use crate::descent::{Ask, Confirmation, Descents, End, EndKind, Judgement, Region};
use crate::evaluate::Evaluator;
use crate::kernel::Kernel;
use crate::ledger::{Candidate, Confirmed, Identity, Kind};

use super::anneal::Annealing;
use super::crew::Queue;
use super::moves::Filling;
use super::start::{self, Beginning};
use super::structure::Structure;
use super::task::{Finding, Lost, Task, TaskResult, Work};

/// Tasks that a worker has in hand at once.
const LANES: usize = 32;

/// Lanes of the narrowest machine that descents can read.
const LEAST_LANES: usize = 8;

/// Results held back at most while there is work.
const MOST_HELD: usize = 8;

/// Times that a cloud at its bounds is brought back to the middle within one descent.
const MOST_RECENTRINGS: u32 = 3;

/// Times that empty places are filled within one task.
const MOST_FILLINGS: u32 = 6;

/// Saddles that one confirmation may leave.
const MOST_SADDLES: u64 = 8;

/// What all workers of a hunt share.
pub struct Workshop {
    /// The compiled landscape.
    pub kernel: Arc<Kernel>,
    /// What moves know.
    pub structure: Arc<Structure>,
    /// What descents know.
    pub region: Arc<Region>,
    /// What makes two points the same.
    pub identity: Arc<Identity>,
    /// The seed of the hunt.
    pub seed: u64,
    /// Whether the landscape has kinks, where a descent may end without a vanishing gradient.
    pub kinked: bool,
}

impl Workshop {
    /// Evaluations of one descent at most.
    fn most_evaluations(&self) -> u64 {
        3000 + 100 * self.structure.n_unknowns() as u64
    }
}

/// A worker.
pub struct Worker<'a> {
    shop: &'a Workshop,
    evaluator: Evaluator,
    /// The descent of each place.
    descents: Descents,
    /// The task of each place.
    jobs: Vec<Option<Job>>,
    /// How often the queue had been cleared when last looked at.
    clearings: u64,
    gradient: Vec<f64>,
}

/// A task in hand.
struct Job {
    task: Task,
    /// How often the queue had been cleared when the task was taken.
    clearings: u64,
    evaluations: u64,
    outside: u64,
    first_outside: Option<Vec<f64>>,
    recentrings: u32,
    saddles: u64,
    /// What asks for values instead of the descent.
    stage: Stage,
    /// Fillings tried, and those that moved a point.
    fillings: (u32, u32),
    /// Nothing below the ceiling is in sight.
    abandoned: bool,
    /// The lower end of the descents so far, where a filling led to another.
    best: Option<End>,
    /// The confirmation under way; `None` while the descent is.
    confirmation: Option<Confirmation>,
}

□ □ □ □ □ □ □

* [Task brief]: Copy exactly the lines above, starting at the opening line and finishing at the line in which "of the hunt." occurs.

* [Answer to this problem]:
use crate::descent::{Ask, Confirmation, Descents, End, EndKind, Judgement, Region};
use crate::evaluate::Evaluator;
use crate::kernel::Kernel;
use crate::ledger::{Candidate, Confirmed, Identity, Kind};

use super::anneal::Annealing;
use super::crew::Queue;
use super::moves::Filling;
use super::start::{self, Beginning};
use super::structure::Structure;
use super::task::{Finding, Lost, Task, TaskResult, Work};

/// Tasks that a worker has in hand at once.
const LANES: usize = 32;

/// Lanes of the narrowest machine that descents can read.
const LEAST_LANES: usize = 8;

/// Results held back at most while there is work.
const MOST_HELD: usize = 8;

/// Times that a cloud at its bounds is brought back to the middle within one descent.
const MOST_RECENTRINGS: u32 = 3;

/// Times that empty places are filled within one task.
const MOST_FILLINGS: u32 = 6;

/// Saddles that one confirmation may leave.
const MOST_SADDLES: u64 = 8;

/// What all workers of a hunt share.
pub struct Workshop {
    /// The compiled landscape.
    pub kernel: Arc<Kernel>,
    /// What moves know.
    pub structure: Arc<Structure>,
    /// What descents know.
    pub region: Arc<Region>,
    /// What makes two points the same.
    pub identity: Arc<Identity>,
    /// The seed of the hunt.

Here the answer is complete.